Refactoring Energy Systems

The complexity of the present UK energy system (including numerous generators ranging from nuclear plants to individual households, transmitters, distributors, storage providers, regulators, and consumers) is ever growing.

While once only a few major power producers delivered energy to the whole country, today the energy system is drastically changing. To give a few examples: every household can supply energy into the grid, the environmentally-concerned consumers wish to purchase energy from specific sources, and communities and businesses may wish to ascertain energy self-sufficiency, but also expect to rely on the main grid as provider of the last resource. Transmission capacity must grow to meet increased consumption needs. Intermittence of new energy types (e.g., wind and solar), require larger and longer-term storage.

As the technical and participant variety in the energy system grows, the system's architecture can no longer remain uniform, for instance, some communities could rely on wind energy, others on biofuels; the level of participation of smaller suppliers would vary per locality, as will priorities of communities. Thus, there is no longer one optimal energy system architecture for the whole country. Instead, each community should be able to identify the best way that its energy system could be structured and take planned steps towards achieving and maintaining this optimal structure.

Thus, this fellowship aims to transform how the energy system is viewed, managed and evolved: moving away from the current perception of a single, uniform system across the whole of the UK, to that of localised, adaptive, largely self-reliant system-of-systems. In this new setting, the local systems will each be individually optimised, yet globally connected.

To enable this locally optimised and globally connected energy system, the fellowship will deliver a set of system refactoring patterns, tools, and techniques.
Refactoring is a disciplined approach to gradually changing the internal structure of an existing system without changing its externally useful services.

The fellowship will:
1. Collect and integrate data sources and models that would allow each community to monitor the current state of their local energy system, identify emerging problems, and address these problems through refactoring patterns. The models will also help to observe the expected effects of a refactoring application both locally and on the larger, interconnected system-of-systems.

2. Set up an open, commonly accessible technical infrastructure for data recording and model evaluation. A simple (non-specialist focused) user interface will be set up to enable all interested stakeholders to choose, evaluate and interpret models.

3. Deliver innovative methods, tools, a pattern catalogue, and good practice guidelines for energy systems refactoring.

4. Engage individuals, communities, businesses, regulators, and NGOs with the localised, renewables-based energy generation activities.

The fellowship will deliver impact to core energy system stakeholders (such as, for instance, generation and transmission systems organisations, and regulators), researchers, and the wider community through the refactoring patterns and methods, open data and model evaluation infrastructure, and stakeholder engagement activities.

Through the systems refactoring patterns and methods, the energy system stakeholders will be able to:

1. Identify areas in energy systems where refactoring is required, pinpointing problematic issues before they aggravate and further deteriorate the system's efficiency;

2. Evaluate possible refactoring patterns and strategies, gauging the impact of alternatives and basing their choices on the results of a number of model evaluations;

3. Reduce complexity of the energy system, making these systems more adaptive to the changing needs of the users, technology, and the environment.


Through the open infrastructure data and models:

1. The energy system stakeholders will be able to evaluate impact of possible change decisions at community, local, and global levels.
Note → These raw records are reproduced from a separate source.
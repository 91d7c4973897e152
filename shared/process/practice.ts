import { waterFlow, FEED_POWER, FINEST, PRESSURE_RANGE, ROUGHEST, feedFor, type FeedRefusal } from './feed.ts'
import { THICKEST_METAL, THICKEST_OTHER, workMaterials } from './materials.ts'
import type { ProcessSpec } from './spec.ts'

/**
 * What shops say, every figure of it *common practice, no source*, held against what the models here say. Where they
 * differ both are shown, with the difference; no constant is tuned to hide one.
 */

export const practiceCodes = [
  'kerf',
  'taper',
  'standoff',
  'tilt-limit',
  'pressure',
  'water',
  'thickness',
  'rough-to-fine',
  'aluminium-102-rough',
  'aluminium-102-fine',
] as const
export type PracticeCode = (typeof practiceCodes)[number]

export interface PracticeRange {
  readonly from: number
  readonly to: number
}

/** mm, degrees, MPa, l/min, mm/min; ratios bare. */
export const practiceRanges = {
  /** Abrasive jets; the usual is 1.0 to 1.3, fine ones go down to about 0.5. */
  kerf: { from: 0.5, to: 1.3 },
  /** Either way: under a degree on most cuts. */
  taper: { from: -1, to: 1 },
  standoff: { from: 3.2, to: 3.2 },
  'tilt-limit': { from: 55, to: 90 },
  pressure: PRESSURE_RANGE,
  water: { from: 1.9, to: 3.8 },
  thickness: { from: 0, to: THICKEST_METAL },
  /** Feed of quality 1 over that of quality 5: up to 3 in thin plate, up to 6 in thick. */
  'rough-to-fine': { from: 3, to: 6 },
  /** Feeds in 102 mm of aluminium; the jet that made them is not known. */
  'aluminium-102-rough': { from: 106.7, to: 106.7 },
  'aluminium-102-fine': { from: 18.3, to: 18.3 },
} as const satisfies Record<PracticeCode, PracticeRange>

/** Said of machines, with nothing here to hold against it: how exactly they place, and how exactly again, mm. */
export const MACHINE_ACCURACY = 0.13
export const MACHINE_REPEATABILITY = 0.025

/** The kerf of a jet of water alone, mm: as wide as its orifice, more or less. */
export const WATER_ONLY_KERF = { from: 0.08, to: 0.33 } as const

export interface PracticeNote {
  readonly code: PracticeCode
  readonly model: number
  readonly practice: PracticeRange
  /** Model less the nearer end of practice; 0 within. */
  readonly difference: number
  readonly source: 'common practice, no source'
}

export function practiceNote(
  code: PracticeCode,
  model: number,
  practice: PracticeRange = practiceRanges[code],
): PracticeNote {
  const { from, to } = practice
  const difference = model < from ? model - from : model > to ? model - to : 0
  return { code, model, practice, difference, source: 'common practice, no source' }
}

/** What there is to hold against practice; what is left out is passed over. mm and degrees. */
export interface PracticeSetup {
  readonly thickness: number
  readonly kerf?: number | undefined
  readonly taperDegrees?: number | undefined
  readonly standoff?: number | undefined
  readonly tiltLimitDegrees?: number | undefined
}

/** Every figure of a set-up beside practice's, also where they agree; a refused feed leaves its rows out. */
export function practiceNotes(spec: ProcessSpec, setup: PracticeSetup): PracticeNote[] {
  const { pressure, orifice } = spec.make
  const notes: PracticeNote[] = []
  const add = (code: PracticeCode, model: number | undefined | FeedRefusal, practice?: PracticeRange) => {
    if (typeof model === 'number') notes.push(practiceNote(code, model, practice))
  }
  add('kerf', setup.kerf)
  add('taper', setup.taperDegrees)
  add('standoff', setup.standoff)
  add('tilt-limit', setup.tiltLimitDegrees)
  add('pressure', pressure)
  add('water', spec.water ?? waterFlow(pressure, orifice))
  add('thickness', setup.thickness, {
    from: 0,
    to: spec.material.metal ? THICKEST_METAL : THICKEST_OTHER,
  })
  add('rough-to-fine', ROUGH_TO_FINE)
  return notes
}

/** The feed equation's own ratio, the same in every thickness. */
export const ROUGH_TO_FINE = (FINEST / ROUGHEST) ** FEED_POWER

/** Thickness at which practice tells feeds of aluminium, mm (4 in). */
export const ALUMINIUM_TOLD_AT = 102

/** Practice's two feeds in aluminium beside the equation's for a jet; empty where it refuses. */
export function aluminiumNotes({ make, abrasive }: Pick<ProcessSpec, 'make' | 'abrasive'>): PracticeNote[] {
  const { machinability } = workMaterials.aluminium
  const at = (quality: number) => feedFor(machinability, make, quality, ALUMINIUM_TOLD_AT, abrasive.factor)
  const [rough, fine] = [at(ROUGHEST), at(FINEST)]
  if (typeof rough !== 'number' || typeof fine !== 'number') return []
  return [practiceNote('aluminium-102-rough', rough), practiceNote('aluminium-102-fine', fine)]
}
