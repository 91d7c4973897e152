import { expect, test } from 'vitest'
import { openEditor } from '../../../shared/evaluate/editor.ts'
import { EvaluationError } from '../../../shared/evaluate/error.ts'
import { evaluate } from '../../../shared/evaluate/evaluate.ts'
import type { EvaluationRequest } from '../../../shared/evaluate/schema.ts'
import type { Vertex } from '../../../shared/geometry/types.ts'
import { reversed, seeded, star } from '../../support/plates.ts'
import { randomRequest } from '../../support/requests.ts'
import { plate, rectangle, tilted } from './shapes.ts'

/** An editor after many edits against a fresh evaluation of the same request: the same to the last bit. */

const JET = { kerf: 1, taper: 0.3, standoff: 3, nozzleDiameter: 7.14 }
const HEAD = { mechanicalLimit: 60, workingLimit: 40 }

/** All of it, as it goes over the wire. */
const whole = (value: unknown): unknown => JSON.parse(JSON.stringify(value))

function editsAgreeWith(request: EvaluationRequest, seed: number, edits: number, steepest: number): number {
  const random = seeded(seed)
  const { thickness } = request.plate
  const editor = openEditor(request)
  let withEvent = 0
  for (let i = 0; i < edits; i++) {
    const loop = Math.floor(random() * request.loops.length)
    const edge = Math.floor(random() * request.loops[loop]!.length)
    const tilt = Math.round(20 * steepest * (random() - 0.5)) / 10
    const facets =
      random() < 0.8
        ? [{ depth: thickness, tilt }]
        : [
            { depth: thickness / 3, tilt },
            { depth: thickness, tilt: tilt - 10 * random() },
          ]
    const answer = editor.setWall({ loop, edge }, facets)
    if (answer.firstEvent) withEvent++
    expect(whole(answer), `seed ${seed}, edit ${i}`).toEqual(whole(evaluate(editor.request)))
  }
  return withEvent
}

function holed(random: () => number): Vertex[][] {
  const outer = star(random, 12, 60, 90)
  const holes = [star(random, 5, 8, 14), star(random, 7, 8, 14)]
  const at = (loop: Vertex[], x: number) => loop.map((v) => ({ x: v.x + x, y: v.y }))
  return [random() < 0.5 ? outer : reversed(outer), at(holes[0]!, -25), at(reversed(holes[1]!), 25)]
}

test('random edits of plates of straight edges, holes either way round', () => {
  let withEvent = 0
  let edits = 0
  for (let seed = 1; seed <= 15; seed++) {
    const random = seeded(seed)
    const loops = seed % 3 === 0 ? [star(random, 40, 60, 90)] : holed(random)
    const request = plate(loops, tilted([10, 5, 0, -5], 8), 8, { jet: JET, head: HEAD })
    withEvent += editsAgreeWith(request, seed, 12, seed % 2 === 0 ? 20 : 60)
    edits += 12
  }
  // Both kinds must come up often.
  expect(withEvent).toBeGreaterThan(edits / 20)
  expect(edits - withEvent).toBeGreaterThan(edits / 4)
}, 30_000)

test('random edits of whatever else a plate may be: arcs, steps, facets, any datum', () => {
  for (let seed = 1; seed <= 8; seed++) {
    const request = randomRequest(seed, { steepest: 30, arcs: seed % 2 === 0, cuttable: true })
    if (request) editsAgreeWith(request, seed, 3, 30)
  }
})

test('an answer read only after later edits is still that of its own request', () => {
  const editor = openEditor(plate([rectangle(100, 60)], [], 10, { jet: JET }))
  const first = editor.setWall({ loop: 0, edge: 0 }, [{ depth: 10, tilt: 30 }])
  const { request } = editor
  editor.setWall({ loop: 0, edge: 1 }, [{ depth: 10, tilt: -20 }])
  expect(whole(first)).toEqual(whole(evaluate(request)))
})

test('a wall without a sound meaning is refused and changes nothing', () => {
  const editor = openEditor(plate([rectangle(100, 60), rectangle(10, 10, 40, 20)], tilted([5], 10)))
  const before = whole(editor.evaluation)
  expect(() => editor.setWall({ loop: 0, edge: 0 }, [{ depth: 9, tilt: 30 }])).toThrow(EvaluationError)
  expect(() => editor.setWall({ loop: 0, edge: 4 }, [{ depth: 10, tilt: 30 }])).toThrow(EvaluationError)
  expect(() => editor.setWall({ loop: 2, edge: 0 }, [{ depth: 10, tilt: 30 }])).toThrow(EvaluationError)
  expect(whole(editor.evaluation)).toEqual(before)
  expect(whole(editor.setWall({ loop: 0, edge: 0 }, [{ depth: 10, tilt: 30 }]))).toEqual(
    whole(evaluate(editor.request)),
  )
})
This will allow for considered decision-making, with reduced risk of unexpected consequences.

2. The wider community members (e.g., individuals who consider installation of personal generation equipment, or groups that wish to find best ways of trading their generated energy, etc.) will be able to assess alternative options and decide upon the most preferred solution for themselves, using end-user friendly query and model evaluation interfaces.

3. Researchers from across the UK (as well as the world) will derive new hypothesis, models and theories, as well as validate their research against the free, large datasets.

4. Businesses will also be able to derive new products and business models based on free data and modelling/evaluation framework.


Through the stakeholder engagement activities:

1. Closer collaboration and partnership will be established between the various parities (from regulators to major power generators and community groups) and at various levels (from government to individual household-level prosumers) of the energy systems;

2. Direct feedback to proposed changes to the energy systems and policies will be enabled, reducing uncertainty of the decision consequences, as well as saving time and money on trials and pilots;

3. Traceability of the decisions and actions will establish clear accountability record for specific decisions to individuals and/or organisations, making energy systems decision-making transparent.